For two decades, companies were built around throughput. Hire operators. Reward speed. Measure output. That made sense when execution was expensive.
A competent human could do in a day what a slow process took a week to produce. Speed was a genuine differentiator. Organisations scaled by adding more people who could execute faster.
That logic no longer holds.
AI executes faster than any operator you can hire. It does not get tired. It does not need onboarding. It does not ask for a performance review. The work that used to require three analysts and a project manager now requires a prompt and twenty minutes.

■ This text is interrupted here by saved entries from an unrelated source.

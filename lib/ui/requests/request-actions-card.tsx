import { useState } from 'react';
import { StyleSheet, View } from 'react-native';
import {
  acceptFee,
  changeStatus,
  fetchRequest,
  quoteFee,
  reviseRequest,
  sendRequest,
  uploadRequestFile,
} from '@/lib/api/design-requests';
import { usePhotoUpload } from '@/lib/hooks/use-photo-upload';
import { ApiError } from '@/lib/api/client';
import { spacing } from '@/lib/theme';
import { PHOTO_PLACE_LABELS, photoPlaces, type PhotoPlace } from '@/shared/schemas/requests/snapshot';
import type { RequestDetail } from '@/shared/schemas/requests/views';
import { REQUEST_STATE_LABELS } from '@/shared/schemas/requests/workflow';
import { Button } from '../button';
import { Card } from '../card';
import { LinkButton } from '../link-button';
import { Notice } from '../notice';
import { PickerField } from '../picker-field';
import { Text } from '../text';
import { TextField } from '../text-field';
import { pickFile } from './browser-files';

const ACCEPT = 'image/jpeg,image/png,image/heic,image/heif,application/pdf,.heic';

/** The state changes, fee, revisions and uploads the viewer may make now (the server says which). */
export function RequestActionsCard({
  request,
  onChange,
}: {
  request: RequestDetail;
  onChange: (detail: RequestDetail) => void;
}) {
  const [text, setText] = useState('');
  const [fee, setFee] = useState('');
  const [days, setDays] = useState('');
  const [place, setPlace] = useState<PhotoPlace>('attic-over-wall');
  const [busy, setBusy] = useState<string | null>(null);
  const [problem, setProblem] = useState<string | null>(null);
  const [queued, setQueued] = useState(false);
  const queuePhoto = usePhotoUpload(request.id);
  const can = (action: RequestDetail['actions'][number]) => request.actions.includes(action);

  async function run(name: string, act: () => Promise<RequestDetail>) {
    setBusy(name);
    setProblem(null);
    try {
      onChange(await act());
      setText('');
    } catch (error) {
      setProblem(error instanceof Error ? error.message : 'That did not work');
    } finally {
      setBusy(null);
    }
  }

  /** A photo goes through the device's queue, so one taken with no signal uploads when there is. */
  async function attachPhoto() {
    const file = pickFile ? await pickFile(ACCEPT) : null;
    if (!file) return;
    setBusy('photo');
    setProblem(null);
    try {
      const onServer = await queuePhoto(file, file.name, { place, caption: text });
      setQueued(!onServer);
      setText('');
    } catch (error) {
      if (!(error instanceof ApiError)) throw error;
      setProblem(error.message);
    } finally {
      setBusy(null);
    }
  }

  async function upload(purpose: 'design') {
    const file = pickFile ? await pickFile(ACCEPT) : null;
    if (!file) return;
    await run(purpose, async () => {
      await uploadRequestFile(request.id, file, file.name, { purpose, place, caption: text });
      return fetchRequest(request.id);
    });
  }

  const firm = request.viewer === 'firm';
  const status = (to: 'in-review' | 'needs-info' | 'designed' | 'closed' | 'declined') =>
    run(to, () => changeStatus(request.id, { to, reason: text }));
  const button = (
    name: string,
    label: string,
    onPress: () => void,
    variant: 'primary' | 'secondary' = 'secondary',
  ) => (
    <Button
      key={name}
      label={label}
      variant={variant}
      busy={busy === name}
      testID={`action-${name}`}
      onPress={onPress}
    />
  );

  // The thread and the reply form have their own cards; with nothing else to do, say so instead of a bare box.
  if (request.actions.every((action) => action === 'message' || action === 'reply')) {
    return (
      <Card title={firm ? 'What you can do' : 'Your answer'} testID="request-actions">
        <Text tone="muted">{`Nothing to do while the request is ${REQUEST_STATE_LABELS[request.status]}.`}</Text>
      </Card>
    );
  }

  return (
    <Card title={firm ? 'What you can do' : 'Your answer'} testID="request-actions">
      {problem ? (
        <Notice tone="error" title="Not done">
          {problem}
        </Notice>
      ) : null}
      {queued ? (
        <Notice tone="info" title="Photo kept on this device" testID="photo-queued">
          No signal: it uploads by itself when there is. It is listed under Package and files until then.
        </Notice>
      ) : null}
      <TextField
        label={firm ? 'Note, question or photo caption' : 'Reason, question or file caption'}
        value={text}
        onChangeText={setText}
        multiline
        testID="action-text"
      />
      {firm && can('edit') && pickFile ? (
        <PickerField
          label="Where the photo was taken"
          value={place}
          choices={photoPlaces.map((p) => ({ value: p, label: PHOTO_PLACE_LABELS[p] }))}
          onChange={setPlace}
        />
      ) : null}
      {!firm && can('quote-fee') ? (
        <View style={styles.row}>
          <TextField
            label="Fee"
            unit="$"
            value={fee}
            onChangeText={setFee}
            keyboardType="numeric"
            testID="fee-usd"
          />
          <TextField
            label="Turnaround"
            unit="working days"
            value={days}
            onChangeText={setDays}
            keyboardType="numeric"
            testID="fee-days"
          />
        </View>
      ) : null}
      <View style={styles.buttons}>
        {can('send')
          ? button(
              'send',
              'Send to the engineer',
              () => run('send', () => sendRequest(request.id)),
              'primary',
            )
          : null}
        {firm && can('edit') && request.status === 'draft' ? (
          <LinkButton
            label="Edit the draft"
            icon="edit"
            variant="secondary"
            href={{ pathname: '/requests/[requestId]/edit', params: { requestId: request.id } }}
            testID="action-edit-draft"
          />
        ) : null}
        {firm && can('edit') && pickFile
          ? button('photo', 'Add a photo or sketch', () => void attachPhoto())
          : null}
        {firm && (can('revise') || can('reopen')) ? (
          <LinkButton
            label={can('revise') ? 'Revise and send' : 'Reopen with changes'}
            icon="edit"
            variant="secondary"
            href={{ pathname: '/requests/[requestId]/revise', params: { requestId: request.id } }}
            testID="action-revise"
          />
        ) : null}
        {can('reopen')
          ? button('reopen', 'Reopen with a question', () =>
              run('reopen', () => reviseRequest(request.id, { question: text, note: '' })),
            )
          : null}
        {can('accept-fee') && request.fee && !request.fee.acceptedAt
          ? button(
              'accept-fee',
              `Accept the fee ($${request.fee.feeUsd})`,
              () => run('accept-fee', () => acceptFee(request.id)),
              'primary',
            )
          : null}
        {can('to-in-review')
          ? button(
              'in-review',
              firm ? 'Answered: back to review' : 'Start review',
              () => void status('in-review'),
              firm ? 'secondary' : 'primary',
            )
          : null}
        {can('to-needs-info')
          ? button('needs-info', 'Ask for information', () => void status('needs-info'))
          : null}
        {can('quote-fee')
          ? button('quote-fee', 'Quote the fee', () =>
              run('quote-fee', () =>
                quoteFee(request.id, { feeUsd: Number(fee), turnaroundDays: Number(days) }),
              ),
            )
          : null}
        {can('upload-design') && pickFile
          ? button('design', 'Upload the design document', () => void upload('design'))
          : null}
        {can('to-designed')
          ? button('designed', 'Mark Designed', () => void status('designed'), 'primary')
          : null}
        {can('to-declined') ? button('declined', 'Decline', () => void status('declined')) : null}
        {can('to-closed') ? button('closed', 'Close the request', () => void status('closed')) : null}
      </View>
    </Card>
  );
}

const styles = StyleSheet.create({
  row: { flexDirection: 'row', flexWrap: 'wrap', gap: spacing.md },
  buttons: { flexDirection: 'row', flexWrap: 'wrap', gap: spacing.sm, paddingTop: spacing.sm },
});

The operators being let go now are not leaving because they failed. They are leaving because the job they were hired to do no longer requires a human. That is a different kind of displacement; harder to argue with, harder to prepare for, harder to explain to someone who spent a decade getting good at something that is now table stakes for a language model.
But here is what AI cannot do:
Know which problem is worth solving in the first place
Structure research to find the unexpected; the thing you were not looking for
Interrogate an output that looks right but smells wrong
Translate an insight into a decision someone else will actually act on
Everything upstream of execution still requires a human. Not because humans are sentimental about it, but because those tasks require judgement shaped by context, consequence, and years of watching what actually happens when organisations make decisions based on bad framing.
The companies that survive this are not the ones who adopt AI fastest. They are the ones who realise what AI cannot replace and invest there deliberately.
The insight was always the point. Execution just used to be expensive enough to distract everyone from that.
If you lead a research team, this is your window. Not to celebrate the disruption; but to move upstream before someone else redraws the map without you. Research that produces decisions, not decks. Synthesis that changes behaviour, not just informs it.
Start here
Three tiers. Each with something concrete you can do this week.
If you lead a team
Audit what your team actually does. Not what the job description says; what fills the hours. How much of it is throughput AI could handle? That number will be uncomfortable. It should be.
Reframe one active project as a decision problem. Not "what do users think about X" but "what do we need to know to decide whether to build X, and what would change our answer?"
Ask your researchers to walk you through their system, not their tools. The tools are irrelevant. The thinking is not. If they cannot describe how they moved from data to decision, that is the gap.
If you are a practitioner
Write "what would prove me wrong" before your next project starts. Not after you have a hypothesis; before. This is the single fastest way to stop collecting evidence for what you already believe.
Go question by question through your research guide. For each one: what decision does the answer to this question affect? If you cannot name the decision, cut the question.
Write the reframe sentence before you present. One sentence: what does this mean for the decision your audience is about to make? If you cannot write it, you are not done.
If you are early in your career
Run a mock study this week. Pick a product you use. Define a research goal. Ask AI to behave like a participant; give it a persona, a context, a frustration. Interrogate the outputs. Ask follow-up questions. Then ask yourself what the AI could not tell you, and why. That gap is where your value lives.
Build a decision log. For every project: what was the question, what did the research say, what decision did it affect, what actually happened. Six months of that log is worth more than most portfolios.
The entry-level role in research was always about doing: recruiting, note-taking, synthesis support. That role is being automated. The role that replaces it is about thinking; structuring questions, interrogating outputs, translating findings into decisions people act on.
That role is not out of reach for someone early in their career. But you have to start building it now, before everyone else figures out that is what the job requires.